▶ [What you should do]: Your job with the data below is to output exactly the lines from the one holding "filename modalview/factor/counts.py" down to the one holding "LARGEST_SHARE = 1e-6", both included, and no others.
═════ Provided entries
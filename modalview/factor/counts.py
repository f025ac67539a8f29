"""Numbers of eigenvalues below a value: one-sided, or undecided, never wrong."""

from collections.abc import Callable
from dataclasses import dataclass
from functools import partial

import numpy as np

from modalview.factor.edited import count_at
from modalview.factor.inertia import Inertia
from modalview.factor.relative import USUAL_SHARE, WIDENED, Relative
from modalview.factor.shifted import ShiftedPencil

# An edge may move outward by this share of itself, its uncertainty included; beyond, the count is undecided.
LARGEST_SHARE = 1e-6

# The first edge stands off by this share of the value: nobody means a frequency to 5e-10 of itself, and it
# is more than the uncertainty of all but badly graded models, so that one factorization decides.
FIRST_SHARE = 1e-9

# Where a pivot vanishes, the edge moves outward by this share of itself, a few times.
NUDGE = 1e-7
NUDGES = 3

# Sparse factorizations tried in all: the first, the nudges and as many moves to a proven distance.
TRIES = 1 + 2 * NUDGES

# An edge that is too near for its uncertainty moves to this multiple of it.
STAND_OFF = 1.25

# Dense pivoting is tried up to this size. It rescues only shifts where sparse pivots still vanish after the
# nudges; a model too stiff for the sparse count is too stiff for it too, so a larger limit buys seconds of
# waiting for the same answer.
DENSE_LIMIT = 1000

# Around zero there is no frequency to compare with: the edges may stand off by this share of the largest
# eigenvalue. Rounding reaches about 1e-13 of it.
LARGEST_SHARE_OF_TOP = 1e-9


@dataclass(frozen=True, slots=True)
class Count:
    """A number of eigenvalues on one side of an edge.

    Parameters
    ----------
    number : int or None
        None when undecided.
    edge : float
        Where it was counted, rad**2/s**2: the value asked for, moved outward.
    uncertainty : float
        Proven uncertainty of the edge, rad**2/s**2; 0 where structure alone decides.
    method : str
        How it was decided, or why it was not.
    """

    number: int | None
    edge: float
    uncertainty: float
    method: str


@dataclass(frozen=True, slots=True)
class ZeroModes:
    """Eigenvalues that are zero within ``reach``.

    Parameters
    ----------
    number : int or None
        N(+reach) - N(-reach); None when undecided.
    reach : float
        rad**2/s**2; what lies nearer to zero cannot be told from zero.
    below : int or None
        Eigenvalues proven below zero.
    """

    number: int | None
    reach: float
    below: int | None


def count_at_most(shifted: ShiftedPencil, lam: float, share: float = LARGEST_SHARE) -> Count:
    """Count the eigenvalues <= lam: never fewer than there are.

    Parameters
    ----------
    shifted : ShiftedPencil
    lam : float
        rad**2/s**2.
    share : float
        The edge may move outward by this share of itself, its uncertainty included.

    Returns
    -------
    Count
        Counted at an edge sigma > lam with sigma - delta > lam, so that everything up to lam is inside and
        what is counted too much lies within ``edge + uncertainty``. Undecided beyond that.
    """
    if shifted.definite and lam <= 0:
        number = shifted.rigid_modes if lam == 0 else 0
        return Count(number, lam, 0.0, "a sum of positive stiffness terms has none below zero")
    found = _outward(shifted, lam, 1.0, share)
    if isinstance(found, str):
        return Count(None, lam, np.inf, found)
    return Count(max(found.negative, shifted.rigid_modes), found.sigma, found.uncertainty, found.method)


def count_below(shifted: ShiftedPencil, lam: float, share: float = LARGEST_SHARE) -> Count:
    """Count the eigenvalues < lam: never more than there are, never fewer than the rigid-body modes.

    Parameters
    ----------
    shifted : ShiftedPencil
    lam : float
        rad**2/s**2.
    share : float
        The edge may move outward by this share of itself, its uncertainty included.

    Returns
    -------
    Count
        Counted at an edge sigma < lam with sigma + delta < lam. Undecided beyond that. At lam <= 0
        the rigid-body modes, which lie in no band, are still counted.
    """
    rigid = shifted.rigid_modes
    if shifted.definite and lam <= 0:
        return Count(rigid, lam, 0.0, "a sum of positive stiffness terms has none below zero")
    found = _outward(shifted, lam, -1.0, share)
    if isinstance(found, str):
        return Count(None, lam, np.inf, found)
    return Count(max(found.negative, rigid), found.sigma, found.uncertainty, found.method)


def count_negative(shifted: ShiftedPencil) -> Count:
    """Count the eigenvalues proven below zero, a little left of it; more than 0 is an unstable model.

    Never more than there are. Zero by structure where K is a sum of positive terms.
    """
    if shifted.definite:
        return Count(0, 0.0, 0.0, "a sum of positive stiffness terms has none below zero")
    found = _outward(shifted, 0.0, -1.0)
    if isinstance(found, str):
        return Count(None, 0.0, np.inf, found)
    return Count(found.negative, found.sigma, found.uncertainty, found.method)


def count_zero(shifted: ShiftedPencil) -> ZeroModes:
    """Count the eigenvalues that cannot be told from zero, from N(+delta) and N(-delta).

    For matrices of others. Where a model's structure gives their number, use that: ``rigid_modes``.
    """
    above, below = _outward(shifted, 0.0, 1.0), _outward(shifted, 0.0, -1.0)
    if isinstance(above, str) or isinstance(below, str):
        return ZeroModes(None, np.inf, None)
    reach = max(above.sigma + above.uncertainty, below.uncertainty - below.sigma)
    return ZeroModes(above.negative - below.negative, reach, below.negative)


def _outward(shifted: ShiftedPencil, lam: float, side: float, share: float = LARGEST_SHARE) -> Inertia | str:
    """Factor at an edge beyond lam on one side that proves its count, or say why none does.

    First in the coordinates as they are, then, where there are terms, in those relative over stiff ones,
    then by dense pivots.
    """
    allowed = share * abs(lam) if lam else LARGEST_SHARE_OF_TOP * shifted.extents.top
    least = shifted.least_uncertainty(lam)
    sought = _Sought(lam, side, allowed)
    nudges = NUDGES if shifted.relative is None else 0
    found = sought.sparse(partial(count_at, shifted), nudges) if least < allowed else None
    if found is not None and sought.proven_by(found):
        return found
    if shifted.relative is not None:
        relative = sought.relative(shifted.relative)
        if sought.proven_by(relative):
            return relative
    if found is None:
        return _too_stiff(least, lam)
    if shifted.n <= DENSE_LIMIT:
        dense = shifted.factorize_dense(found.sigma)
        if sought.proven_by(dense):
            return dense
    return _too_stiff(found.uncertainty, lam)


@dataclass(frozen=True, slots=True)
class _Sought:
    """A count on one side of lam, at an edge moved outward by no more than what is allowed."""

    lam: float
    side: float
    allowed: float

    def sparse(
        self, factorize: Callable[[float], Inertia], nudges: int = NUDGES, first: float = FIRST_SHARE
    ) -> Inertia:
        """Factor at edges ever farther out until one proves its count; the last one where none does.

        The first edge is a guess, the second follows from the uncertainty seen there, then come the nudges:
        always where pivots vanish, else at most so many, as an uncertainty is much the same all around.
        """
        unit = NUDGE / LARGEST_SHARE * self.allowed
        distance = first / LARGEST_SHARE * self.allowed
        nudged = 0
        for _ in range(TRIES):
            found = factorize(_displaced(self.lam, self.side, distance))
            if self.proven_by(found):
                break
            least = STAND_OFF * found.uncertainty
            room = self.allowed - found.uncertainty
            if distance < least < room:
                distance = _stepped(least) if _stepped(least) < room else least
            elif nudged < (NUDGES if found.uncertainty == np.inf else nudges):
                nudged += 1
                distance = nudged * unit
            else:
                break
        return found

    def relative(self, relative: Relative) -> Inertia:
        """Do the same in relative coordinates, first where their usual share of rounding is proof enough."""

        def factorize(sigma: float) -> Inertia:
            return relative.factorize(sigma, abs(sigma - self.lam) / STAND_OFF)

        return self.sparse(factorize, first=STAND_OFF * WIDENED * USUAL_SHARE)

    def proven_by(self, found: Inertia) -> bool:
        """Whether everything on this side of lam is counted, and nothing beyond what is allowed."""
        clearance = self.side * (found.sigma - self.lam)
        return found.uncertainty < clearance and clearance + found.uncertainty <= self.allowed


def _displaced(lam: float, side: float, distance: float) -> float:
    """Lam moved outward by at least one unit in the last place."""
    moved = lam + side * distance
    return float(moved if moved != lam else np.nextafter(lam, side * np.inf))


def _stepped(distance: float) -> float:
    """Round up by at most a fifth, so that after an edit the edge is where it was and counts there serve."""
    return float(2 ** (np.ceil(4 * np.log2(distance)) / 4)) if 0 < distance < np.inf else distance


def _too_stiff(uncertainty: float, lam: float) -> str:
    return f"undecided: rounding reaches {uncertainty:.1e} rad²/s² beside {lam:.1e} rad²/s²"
══════════
═════ Provided entries
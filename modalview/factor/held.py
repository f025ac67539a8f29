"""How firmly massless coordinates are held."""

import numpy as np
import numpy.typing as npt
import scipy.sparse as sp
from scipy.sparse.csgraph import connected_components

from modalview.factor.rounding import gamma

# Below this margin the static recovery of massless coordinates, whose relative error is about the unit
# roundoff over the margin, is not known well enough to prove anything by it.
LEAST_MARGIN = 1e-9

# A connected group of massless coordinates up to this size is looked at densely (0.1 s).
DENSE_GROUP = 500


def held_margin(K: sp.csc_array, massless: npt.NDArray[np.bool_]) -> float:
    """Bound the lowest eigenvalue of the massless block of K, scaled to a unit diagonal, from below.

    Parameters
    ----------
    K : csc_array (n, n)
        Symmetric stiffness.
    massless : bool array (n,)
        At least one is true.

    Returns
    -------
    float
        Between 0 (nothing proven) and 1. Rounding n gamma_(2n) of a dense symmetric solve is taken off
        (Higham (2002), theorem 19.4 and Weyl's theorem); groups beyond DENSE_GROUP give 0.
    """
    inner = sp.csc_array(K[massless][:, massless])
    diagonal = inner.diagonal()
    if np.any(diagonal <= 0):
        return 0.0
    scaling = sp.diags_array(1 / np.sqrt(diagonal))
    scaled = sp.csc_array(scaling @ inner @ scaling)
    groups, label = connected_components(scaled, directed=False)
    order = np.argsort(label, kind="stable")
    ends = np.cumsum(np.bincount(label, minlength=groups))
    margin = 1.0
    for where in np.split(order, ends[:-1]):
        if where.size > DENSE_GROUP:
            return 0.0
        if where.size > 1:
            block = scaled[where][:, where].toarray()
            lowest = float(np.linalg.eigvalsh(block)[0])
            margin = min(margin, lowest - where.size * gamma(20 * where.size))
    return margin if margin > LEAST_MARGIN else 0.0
══════════
▶ [Output]:
filename modalview/factor/counts.py
repository f025ac67539a8f29
"""Numbers of eigenvalues below a value: one-sided, or undecided, never wrong."""

from collections.abc import Callable
from dataclasses import dataclass
from functools import partial

import numpy as np

from modalview.factor.edited import count_at
from modalview.factor.inertia import Inertia
from modalview.factor.relative import USUAL_SHARE, WIDENED, Relative
from modalview.factor.shifted import ShiftedPencil

# An edge may move outward by this share of itself, its uncertainty included; beyond, the count is undecided.
LARGEST_SHARE = 1e-6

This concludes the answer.